I don’t think anybody would disagree that Beethoven (for example) was one of the musical elite. But at the centre of the argument is the difference between calling somebody elite and calling them an elitist. The late critic Michael Kennedy once said, with apparently no awareness of the cognitive dissonance:

I want things to be ‘elitist’. These days it seems that people don’t want to put any effort into understanding something. You go to Covent Garden and Glyndebourne, and it’s obvious that some people don’t know a thing about the operas they have paid a lot of money to see.

That’s elitism. In two sentences, Kennedy excoriates people both for not understanding classical music, and for trying to learn. If you don’t know the music, where better to learn than at Covent Garden or Glyndebourne?1 You get the impression that Kennedy would have opposed the very idea of letting people attend world-class ballet for £2 without committing to extensive research beforehand. And as long as attitudes like this exist, we can’t really blame people for lack of interest, no matter the ticket price. Nobody wants to pay anything, even £2, for an unpleasant experience.

Here’s my theory: elitism isn’t liking something that’s harder or better or of higher quality than what other people like.
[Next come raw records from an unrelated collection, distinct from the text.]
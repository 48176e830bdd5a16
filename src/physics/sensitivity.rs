//! The least light that reaches an error ratio.

use super::constants::ELEMENTARY_CHARGE_C;
use super::decision::{Level, Threshold, decide};
use super::levels::{extinction_penalty_ratio, nrz_w, pam4_w};
use super::receiver::Receiver;
use crate::numeric::minimum::minimum;
use crate::numeric::root::root;
use crate::statistics::normal::upper_tail_quantile;

/// The most average power that is looked at, in W: far beyond what any detector survives.
pub(super) const MOST_POWER_W: f64 = 1e3;

/// How bits become levels.
#[derive(Clone, Copy, Debug, PartialEq, Eq)]
pub enum Format {
    /// Two levels, one bit a symbol.
    Nrz,
    /// Four levels, two bits a symbol, Gray coded.
    Pam4,
}

/// A modulated source before a receiver.
#[derive(Clone, Copy, Debug)]
pub struct Link {
    /// The receiver.
    pub receiver: Receiver,
    /// How bits become levels.
    pub format: Format,
    /// Highest over lowest level as a ratio, > 1; infinite for a dark lowest level.
    pub extinction_ratio: f64,
    /// Where the thresholds are put.
    pub threshold: Threshold,
}

impl Link {
    /// The optical levels in W at an average power, lowest first.
    pub fn levels_w(&self, average_w: f64) -> Vec<f64> {
        match self.format {
            Format::Nrz => nrz_w(average_w, self.extinction_ratio).to_vec(),
            Format::Pam4 => pam4_w(average_w, self.extinction_ratio).to_vec(),
        }
    }

    /// What the decision sees at an average power, lowest level first.
    pub fn levels(&self, average_w: f64) -> Vec<Level> {
        self.levels_w(average_w).into_iter().map(|power_w| self.receiver.level(power_w)).collect()
    }

    /// Bit error ratio at an average power.
    pub fn error_ratio(&self, average_w: f64) -> f64 {
        decide(&self.levels(average_w), self.threshold).error_ratio
    }

    /// What the error ratio tends to as the power grows without end: 0 unless the light itself is noisy.
    ///
    /// All but intensity noise fades beside the signal then, so each level's noise is a fixed share of its current.
    pub fn error_floor(&self) -> f64 {
        let share = (self.receiver.rin_per_hz * self.receiver.noise_bandwidth_hz).sqrt();
        if share == 0.0 {
            return 0.0;
        }
        let level = |power: f64| Level { current_a: power, noise_rms_a: share * power };
        let levels: Vec<Level> = self.levels_w(1.0).into_iter().map(level).collect();
        decide(&levels, self.threshold).error_ratio
    }

    /// What the error ratio tends to as the power vanishes.
    ///
    /// The levels merge beside noise that is there without light: guessing. Without such noise only the signal's shot noise is
    /// left. It outgrows the distance of the levels, but differs from level to level, and a dark level has none: the width of the
    /// noise then tells what its centre does not. The Gaussian model means it; real photons do not come in such small parts.
    pub fn error_ratio_in_the_dark(&self) -> f64 {
        let steady = self.receiver.noise(0.0).total_a2() > 0.0;
        let level =
            |power: f64| Level { current_a: 0.0, noise_rms_a: if steady { 1.0 } else { power.sqrt() } };
        let levels: Vec<Level> = self.levels_w(1.0).into_iter().map(level).collect();
        decide(&levels, self.threshold).error_ratio
    }
}

/// Why no power is the answer.
#[derive(Clone, Copy, Debug, PartialEq)]
pub enum NoPower {
    /// However much light comes, its own noise keeps the error ratio at or above this.
    Floor {
        /// The error ratio that is approached.
        error_ratio: f64,
    },
    /// Even vanishing light does better than the target in this model.
    AnyPower {
        /// The error ratio that vanishing light approaches.
        error_ratio: f64,
    },
    /// Only more light than was looked at could do.
    Beyond {
        /// The most average power that was looked at, in W.
        power_w: f64,
        /// The error ratio there.
        error_ratio: f64,
    },
}

/// The least average power in W at which a link reaches an error ratio.
///
/// * `link` – the source and the receiver
/// * `target_error_ratio` – above 0 and below ½
///
/// The error ratio falls with power, because each noise grows at most as fast as the signal. So the power is bracketed within
/// a factor of two, in which ln(error ratio) is smooth and far from underflow, and its root is found to 1e-14.
pub fn least_average_power_w(link: &Link, target_error_ratio: f64) -> Result<f64, NoPower> {
    debug_assert!(target_error_ratio > 0.0 && target_error_ratio < 0.5);
    let floor = link.error_floor();
    if floor >= target_error_ratio {
        return Err(NoPower::Floor { error_ratio: floor });
    }
    let dark = link.error_ratio_in_the_dark();
    if dark <= target_error_ratio {
        return Err(NoPower::AnyPower { error_ratio: dark });
    }
    let reaches = |power_w: f64| link.error_ratio(power_w) <= target_error_ratio;

    let mut high = guess_w(link, target_error_ratio);
    // Each halving leaves `high` at a power that reaches the target, each doubling at one that may.
    while reaches(0.5 * high) {
        high *= 0.5;
        if high < f64::MIN_POSITIVE {
            return Err(NoPower::AnyPower { error_ratio: dark });
        }
    }
    while !reaches(high) {
        if high >= MOST_POWER_W {
            return Err(NoPower::Beyond { power_w: high, error_ratio: link.error_ratio(high) });
        }
        high = (2.0 * high).min(MOST_POWER_W);
    }
    let excess = |power_w: f64| libm::log(link.error_ratio(power_w) / target_error_ratio);
    // Where rounding blurs the two ends, the high one is known to reach the target.
    Ok(root(excess, 0.5 * high, high, 1e-14).unwrap_or(high))
}

/// A power near the answer, from the closed form with a dark zero and the penalties of extinction and of four levels.
pub(super) fn guess_w(link: &Link, target_error_ratio: f64) -> f64 {
    let receiver = &link.receiver;
    let eyes = match link.format {
        Format::Nrz => 1.0,
        Format::Pam4 => 3.0,
    };
    let q = eyes * extinction_penalty_ratio(link.extinction_ratio) * upper_tail_quantile(target_error_ratio);
    let shot = ELEMENTARY_CHARGE_C * receiver.excess_noise_factor * q * receiver.noise_bandwidth_hz;
    let steady = receiver.noise(0.0).total_a2().sqrt() / receiver.gain;
    let guess = q / receiver.responsivity_a_per_w * (shot + steady);
    if guess.is_finite() { guess.clamp(1e-30, 0.5 * MOST_POWER_W) } else { 1e-6 }
}

/// What more gain brings.
#[derive(Clone, Copy, Debug, PartialEq)]
pub enum BestGain {
    /// Sensitivity is best at this gain.
    At {
        /// The gain, ≥ 1; exactly 1 where gain does not help.
        gain: f64,
        /// The least average power at it, in W.
        power_w: f64,
    },
    /// More gain helps as far as was looked.
    NoUpperEnd {
        /// The least average power at the highest gain, in W: the limit, to all that matters.
        power_w: f64,
    },
    /// At no gain does a power answer.
    None,
}

/// The gain at which the least power reaches a target.
///
/// * `link_at` – the link at a gain: noise factor and bandwidth may hang on it
/// * `target_error_ratio` – above 0 and below ½
/// * `gain_max` – the highest gain looked at, > 1
pub fn best_gain(link_at: impl Fn(f64) -> Link, target_error_ratio: f64, gain_max: f64) -> BestGain {
    let power_w = |gain: f64| least_average_power_w(&link_at(gain), target_error_ratio);
    gain_of_least_power(power_w, gain_max, 1e-9)
}

/// The gain at which a power is least.
///
/// * `power_w` – the power at a gain, in W, if any answers
/// * `gain_max` – the highest gain looked at, > 1
/// * `relative` – accuracy of the gain's logarithm, relative to that of the highest gain, > 0
///
/// Gains five times apart find the valley, Brent's method its floor: at best to about 1e-7, for it is flat.
pub fn gain_of_least_power(
    power_w: impl Fn(f64) -> Result<f64, NoPower>,
    gain_max: f64,
    relative: f64,
) -> BestGain {
    debug_assert!(gain_max > 1.0);
    let ln_max = libm::log(gain_max);
    let gain = |ln_gain: f64| {
        if ln_gain <= 0.0 {
            1.0
        } else if ln_gain >= ln_max {
            gain_max
        } else {
            libm::exp(ln_gain)
        }
    };
    let power_w = |ln_gain: f64| power_w(gain(ln_gain)).unwrap_or(f64::INFINITY);
    let parts = (ln_max / libm::log(5.0)).ceil().clamp(2.0, 1000.0) as usize;
    let place = |part: usize| ln_max * (part as f64 / parts as f64);
    let coarse: Vec<(usize, f64)> = (0..=parts).map(|part| (part, power_w(place(part)))).collect();
    let Some(&(part, _)) =
        coarse.iter().min_by(|a, b| a.1.total_cmp(&b.1)).filter(|(_, power_w)| power_w.is_finite())
    else {
        return BestGain::None;
    };
    let (low, high) = (place(part.saturating_sub(1)), place((part + 1).min(parts)));
    let least = minimum(power_w, low, high, relative);
    if least.at >= ln_max {
        BestGain::NoUpperEnd { power_w: least.value }
    } else {
        BestGain::At { gain: gain(least.at), power_w: least.value }
    }
}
Elitism is being a dick about it.

I know, of course, that the majority of concert attendees are not the kind of person who object to people who know less than them. It’s true, as Corrina Connor said on Twitter, that “there are lots of different ‘societies’ around classical music.” But for any large group of people, the voices that resonate outside the group tend to be the ones with the most extreme opinion. This happens in any discourse. Regardless of who else is in the audience, and the extent to which they’re a majority, the perception of classical music as a whole as elitist won’t change as long as statements like that go unchallenged.

There are always going to be people who just don’t like classical music; those who, in wanting to write off the whole field, will describe it as elitist. We can just ignore them. They’re not worth talking to. But the perception of classical music as elitist is broader than just those people, and it’s not wholly wrong. If we want to shake off the label of elitism, we need to make sure that we never dismiss or object to listeners who are trying to learn, or to listeners who grew up without much classical music and who may be unfamiliar with the associated ceremony. It may be that a second classical culture will emerge without the baggage of the existing one. Indeed, this is already happening: musicians like James Rhodes, who plays Rachmaninoff and talks like a rock musician; alternative performance spaces, where the music is moved away from the venues associated with the culture; podcasts like Meet The Composer, which are fascinating to experts and newcomers alike.

The good news, and the important news, is that we don’t need to change the music itself at all. Nor will the discussions need to be dumbed down, which I think is a real fear a lot of music experts have. All we need is to make sure nobody ever feels unwelcome at a concert, no matter how much or how little they know. And that will take a greater effort than selling cut-price tickets.


1 As for not putting any effort into understanding something, I wonder how well he understood how his computer worked.